CFAI Practice Problem. Reading 20. Question 12


Question: Hirji then considers the scenario where the yield curve will lose curvature for the Malaysian institutional client. She notes that a 7-year Canadian government bond is also available in the market. Hirji proposes a duration-neutral portfolio comprised of 47% in 5-year bonds and 53% in 7-year bonds.

Relative to the Canadian government bond index, the portfolio that Hirji proposes for the Malaysian client will most likely :

  1. underperform.
  2. remain stable.
  3. outperform.

Answer: C is correct. Hirji proposes an extreme bullet portfolio focusing on the middle of the yield curve.


I understand a bullet portfolio will outperform when the yield curve it losing curvature but I am confused how a two bond portfolio where you are long both bonds can be duration neutral.

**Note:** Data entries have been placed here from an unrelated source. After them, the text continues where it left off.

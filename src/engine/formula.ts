import type { MathNode } from 'mathjs';
import { distributionRatio, extractionEfficiency, parseAcidBase } from '../chemistry/partition.js';
import { parseFormula } from './sandbox.js';

/**
 * Formula compilation: mathjs parses, we check the tree against an allow-list and
 * turn it into a tree of closures evaluated row by row over finished columns.
 * Nothing in a formula can define, load or evaluate code: only the node types
 * and functions listed here exist (DESIGN.md §3; LIBRARY-NOTES.md §1).
 *
 * Values are numbers or text. NaN is "empty": arithmetic on it gives NaN, a
 * comparison with it gives NaN, a conditional on it gives NaN.
 */
export type Value = number | string;
export type RowFn = (row: number) => Value;

/** What the evaluator can read while a formula runs. */
export interface EvalContext {
  number(name: string): Float64Array | undefined;
  text(name: string): readonly string[] | undefined;
  /** Row whose parent_id this row names (same analyte); −1 when none. */
  parentRow: Int32Array;
  /** Row this row is paired with for RPD (msd→ms, lcsd→lcs, dup→parent); −1 when none. */
  pairRow: Int32Array;
}

export type SymbolKind = 'number' | 'text';

export interface CompiledFormula {
  name: string;
  expr: string;
  node: MathNode;
  /** Column names this formula reads (own row or cross-row). */
  dependencies: string[];
  /** Bind to finished columns; the returned function computes one row. */
  bind(ctx: EvalContext): RowFn;
}

/** Why a formula was refused; the caller adds the method file and line. */
export class FormulaError extends Error {
  constructor(message: string) {
    super(message);
    this.name = 'FormulaError';
  }
}

export const MAX_DEPTH = 64;
export const MAX_NODES = 2000;
/** Longest formula text parsed (the node and depth limits only apply after parsing). */
export const MAX_EXPR_CHARS = 10_000;

/** Constants a formula may name. */
const CONSTANTS: Record<string, number> = { pi: Math.PI, e: Math.E, NaN: NaN };

interface FnSpec {
  args: [min: number, max: number];
  /** Argument positions that take a column name for a cross-row look-up. */
  crossRow?: 'parent' | 'pair';
  call?: (a: Value[]) => Value;
}

const num = (v: Value): number => (typeof v === 'number' ? v : NaN);

/** The functions a formula may call, with the trade's names for our own. */
export const FUNCTIONS: Record<string, FnSpec> = {
  abs: { args: [1, 1], call: (a) => Math.abs(num(a[0]!)) },
  sqrt: { args: [1, 1], call: (a) => Math.sqrt(num(a[0]!)) },
  exp: { args: [1, 1], call: (a) => Math.exp(num(a[0]!)) },
  log: { args: [1, 2], call: (a) => (a.length === 2 ? Math.log(num(a[0]!)) / Math.log(num(a[1]!)) : Math.log(num(a[0]!))) },
  log10: { args: [1, 1], call: (a) => Math.log10(num(a[0]!)) },
  pow: { args: [2, 2], call: (a) => num(a[0]!) ** num(a[1]!) },
  min: { args: [1, 16], call: (a) => minMax(a, Math.min) },
  max: { args: [1, 16], call: (a) => minMax(a, Math.max) },
  round: {
    args: [1, 2],
    call: (a) => {
      const x = num(a[0]!);
      const d = a.length === 2 ? num(a[1]!) : 0;
      const f = 10 ** d;
      return Math.sign(x) * Math.round(Math.abs(x) * f) / f;
    },
  },
  floor: { args: [1, 1], call: (a) => Math.floor(num(a[0]!)) },
  ceil: { args: [1, 1], call: (a) => Math.ceil(num(a[0]!)) },
  if_empty: { args: [2, 2], call: (a) => (isEmpty(a[0]!) ? a[1]! : a[0]!) },
  distribution_ratio: {
    args: [4, 4],
    call: (a) => {
      const acidBase = parseAcidBase(typeof a[3] === 'string' ? a[3] : '');
      return acidBase ? distributionRatio(num(a[0]!), num(a[1]!), num(a[2]!), acidBase) : NaN;
    },
  },
  extraction_efficiency: { args: [4, 4], call: (a) => extractionEfficiency(num(a[0]!), num(a[1]!), num(a[2]!), num(a[3]!)) },
  recovery_pct: { args: [3, 3], call: (a) => recoveryPct(num(a[0]!), num(a[1]!), num(a[2]!)) },
  rpd_pct: { args: [2, 2], call: (a) => rpdPct(num(a[0]!), num(a[1]!)) },
  parent: { args: [1, 1], crossRow: 'parent' },
  pair: { args: [1, 1], crossRow: 'pair' },
};

/**
 * Spike recovery in percent: (found − background)/spike × 100.
 * US EPA SW-846 (Method 1312 §8.2.4 "%R = 100(Xs − Xu)/K"); background 0 for a blank spike or QC.
 * Multiplying before dividing keeps round numbers round (13·100/10 = 130 exactly).
 */
export function recoveryPct(found: number, spike: number, background: number): number {
  return ((found - background) * 100) / spike;
}

/** Relative percent difference |a − b| / ((a + b)/2) × 100 (US EPA SW-846 QA practice). */
export function rpdPct(a: number, b: number): number {
  return (Math.abs(a - b) * 200) / (a + b);
}

function minMax(a: Value[], f: (...x: number[]) => number): number {
  const xs = a.map(num);
  return xs.some(Number.isNaN) ? NaN : f(...xs);
}

function isEmpty(v: Value): boolean {
  return typeof v === 'number' ? Number.isNaN(v) : v.trim() === '';
}

const BINARY: Record<string, (x: Value, y: Value) => Value> = {
  add: (x, y) => num(x) + num(y),
  subtract: (x, y) => num(x) - num(y),
  multiply: (x, y) => num(x) * num(y),
  divide: (x, y) => num(x) / num(y),
  pow: (x, y) => num(x) ** num(y),
  equal: (x, y) => compare(x, y, (a, b) => a === b),
  unequal: (x, y) => compare(x, y, (a, b) => a !== b),
  smaller: (x, y) => compare(x, y, (a, b) => a < b),
  smallerEq: (x, y) => compare(x, y, (a, b) => a <= b),
  larger: (x, y) => compare(x, y, (a, b) => a > b),
  largerEq: (x, y) => compare(x, y, (a, b) => a >= b),
};

/**
 * Comparisons and truth follow mathjs, so a formula means what its language says
 * and what the workbook's spreadsheet translation computes (write/sheet-formula.ts):
 * a comparison with an empty number is false (!= is true), an empty number is false.
 * Text compares without case or surrounding spaces; text against a number is empty.
 */
function compare<T extends number | string>(x: Value, y: Value, test: (a: T, b: T) => boolean): number {
  if (typeof x === 'string' && typeof y === 'string') return test(x.trim().toLowerCase() as T, y.trim().toLowerCase() as T) ? 1 : 0;
  if (typeof x === 'string' || typeof y === 'string') return NaN;
  return test(x as T, y as T) ? 1 : 0;
}

function truth(v: Value): number {
  if (typeof v === 'string') return v.trim() === '' ? 0 : 1;
  return v !== 0 && !Number.isNaN(v) ? 1 : 0;
}

/**
 * Compile one formula. `symbols` says what each name a formula may use is
 * (an input field, a derived column, another formula column).
 */
export function compileFormula(
  def: { name: string; expr: string },
  symbols: ReadonlyMap<string, SymbolKind>,
): CompiledFormula {
  let node: MathNode;
  if (def.expr.length > MAX_EXPR_CHARS) {
    throw new FormulaError(`the formula is ${def.expr.length} characters long; expected at most ${MAX_EXPR_CHARS}`);
  }
  try {
    node = parseFormula(def.expr);
  } catch (err) {
    const msg = err instanceof RangeError ? 'the expression is nested too deeply' : firstLine((err as Error).message);
    throw new FormulaError(`cannot parse the formula: ${msg}`);
  }
  const deps = new Set<string>();
  let count = 0;
  const build = (n: MathNode, depth: number): ((ctx: EvalContext) => RowFn) => {
    if (++count > MAX_NODES) throw new FormulaError(`the formula has more than ${MAX_NODES} parts`);
    if (depth > MAX_DEPTH) throw new FormulaError(`the formula is nested more than ${MAX_DEPTH} levels deep`);
    const any = n as unknown as Record<string, unknown>;
    switch (n.type) {
      case 'ConstantNode': {
        const v = any.value;
        if (typeof v === 'number') return () => () => v;
        if (typeof v === 'string') return () => () => v;
        if (typeof v === 'boolean') return () => () => (v ? 1 : 0);
        throw new FormulaError(`constants of this kind are not allowed: ${JSON.stringify(v)}`);
      }
      case 'SymbolNode': {
        const name = any.name as string;
        // Own keys only: `name in CONSTANTS` would also find constructor, __proto__,
        // toString ... on Object.prototype and hand a function to the formula.
        if (Object.hasOwn(CONSTANTS, name)) {
          const c = CONSTANTS[name]!;
          return () => () => c;
        }
        const kind = symbols.get(name);
        if (!kind) {
          if (Object.hasOwn(FUNCTIONS, name)) throw new FormulaError(`"${name}" is a function; call it with arguments`);
          throw new FormulaError(`unknown name "${name}"`);
        }
        deps.add(name);
        return (ctx) => columnReader(ctx, name, kind);
      }
      case 'ParenthesisNode':
        return build(any.content as MathNode, depth + 1);
      case 'ConditionalNode': {
        const c = build(any.condition as MathNode, depth + 1);
        const t = build(any.trueExpr as MathNode, depth + 1);
        const f = build(any.falseExpr as MathNode, depth + 1);
        return (ctx) => {
          const cf = c(ctx);
          const tf = t(ctx);
          const ff = f(ctx);
          return (row) => {
            return truth(cf(row)) ? tf(row) : ff(row);
          };
        };
      }
      case 'OperatorNode': {
        const fn = any.fn as string;
        const args = (any.args as MathNode[]).map((a) => build(a, depth + 1));
        if (args.length === 1) {
          const [a] = args as [(ctx: EvalContext) => RowFn];
          if (fn === 'unaryMinus') return (ctx) => { const af = a(ctx); return (r) => -num(af(r)); };
          if (fn === 'unaryPlus') return (ctx) => { const af = a(ctx); return (r) => num(af(r)); };
          if (fn === 'not') return (ctx) => { const af = a(ctx); return (r) => 1 - truth(af(r)); };
        }
        if (args.length === 2) {
          const [a, b] = args as [(ctx: EvalContext) => RowFn, (ctx: EvalContext) => RowFn];
          if (fn === 'and' || fn === 'or') {
            const isAnd = fn === 'and';
            return (ctx) => {
              const af = a(ctx);
              const bf = b(ctx);
              return (r) => {
                const x = truth(af(r));
                if (isAnd ? x === 0 : x === 1) return x;
                return truth(bf(r));
              };
            };
          }
          const op = BINARY[fn];
          if (op) return (ctx) => { const af = a(ctx); const bf = b(ctx); return (r) => op(af(r), bf(r)); };
        }
        // % is mathjs's percent or remainder: neither is a method's arithmetic, and there is no mod() to offer instead.
        const hint = any.op === '%' ? ' (write a percentage as /100)' : '';
        throw new FormulaError(`the operator "${String(any.op)}" is not allowed${hint}`);
      }
      case 'FunctionNode': {
        const fnNode = any.fn as MathNode;
        if (fnNode.type !== 'SymbolNode') throw new FormulaError('only named functions may be called');
        const name = (fnNode as unknown as { name: string }).name;
        const spec = Object.prototype.hasOwnProperty.call(FUNCTIONS, name) ? FUNCTIONS[name] : undefined;
        if (!spec) throw new FormulaError(`the function "${name}" is not allowed`);
        const argNodes = any.args as MathNode[];
        const [min, max] = spec.args;
        if (argNodes.length < min || argNodes.length > max) {
          const want = min === max ? `${min}` : `${min} to ${max}`;
          throw new FormulaError(`${name}() takes ${want} argument${max === 1 ? '' : 's'}, got ${argNodes.length}`);
        }
        if (spec.crossRow) {
          const target = argNodes[0]!;
          const colName = target.type === 'SymbolNode' ? (target as unknown as { name: string }).name : undefined;
          const kind = colName ? symbols.get(colName) : undefined;
          if (!colName || !kind) throw new FormulaError(`${name}() takes the name of a column, got "${target.toString()}"`);
          deps.add(colName);
          const which = spec.crossRow;
          return (ctx) => {
            const links = which === 'parent' ? ctx.parentRow : ctx.pairRow;
            const read = columnReader(ctx, colName, kind);
            return (r) => {
              const other = links[r]!;
              return other < 0 ? NaN : read(other);
            };
          };
        }
        const args = argNodes.map((a) => build(a, depth + 1));
        const call = spec.call!;
        return (ctx) => {
          const fs = args.map((f) => f(ctx));
          const k = fs.length;
          // One argument list per call site, refilled for every row (no array per row).
          // Safe: arguments are evaluated before the call, and no function keeps the list.
          const argv: Value[] = new Array(k);
          return (r) => {
            for (let i = 0; i < k; i++) argv[i] = fs[i]!(r);
            return call(argv);
          };
        };
      }
      default:
        throw new FormulaError(`${describeNode(n.type)} is not allowed in a formula`);
    }
  };
  const root = build(node, 0);
  return { name: def.name, expr: def.expr, node, dependencies: [...deps], bind: (ctx) => root(ctx) };
}

function columnReader(ctx: EvalContext, name: string, kind: SymbolKind): RowFn {
  if (kind === 'number') {
    const col = ctx.number(name);
    if (!col) return () => NaN;
    return (r) => col[r]!;
  }
  const col = ctx.text(name);
  if (!col) return () => '';
  return (r) => col[r] ?? '';
}

function describeNode(type: string): string {
  const words: Record<string, string> = {
    AssignmentNode: 'assignment (=)',
    FunctionAssignmentNode: 'defining a function',
    BlockNode: 'a block of several statements (; or newline)',
    AccessorNode: 'property or index access (. or [])',
    IndexNode: 'property or index access (. or [])',
    ObjectNode: 'an object literal ({})',
    ArrayNode: 'a matrix or list ([])',
    RangeNode: 'a range (:)',
    RelationalNode: 'a chained comparison (a < b < c)',
  };
  return words[type] ?? `a ${type}`;
}

function firstLine(text: string): string {
  return text.split('\n')[0]!.replace(/\.$/, '');
}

Ok, I think this is just a poorly worded question and the portfolio is actually duration neutral to the benchmark? Does anyone agree?

I came here with the same question. Duration neutral would seem to imply the long and short offset when the yield curve changes…

any insight would be helpful…

From my reading of this question, I think they are implying that the existing bond exactly matches the benchmarks duration. When I answered it I assumed I needed to just weight the two other bonds to get an aggregate duration matching the existing.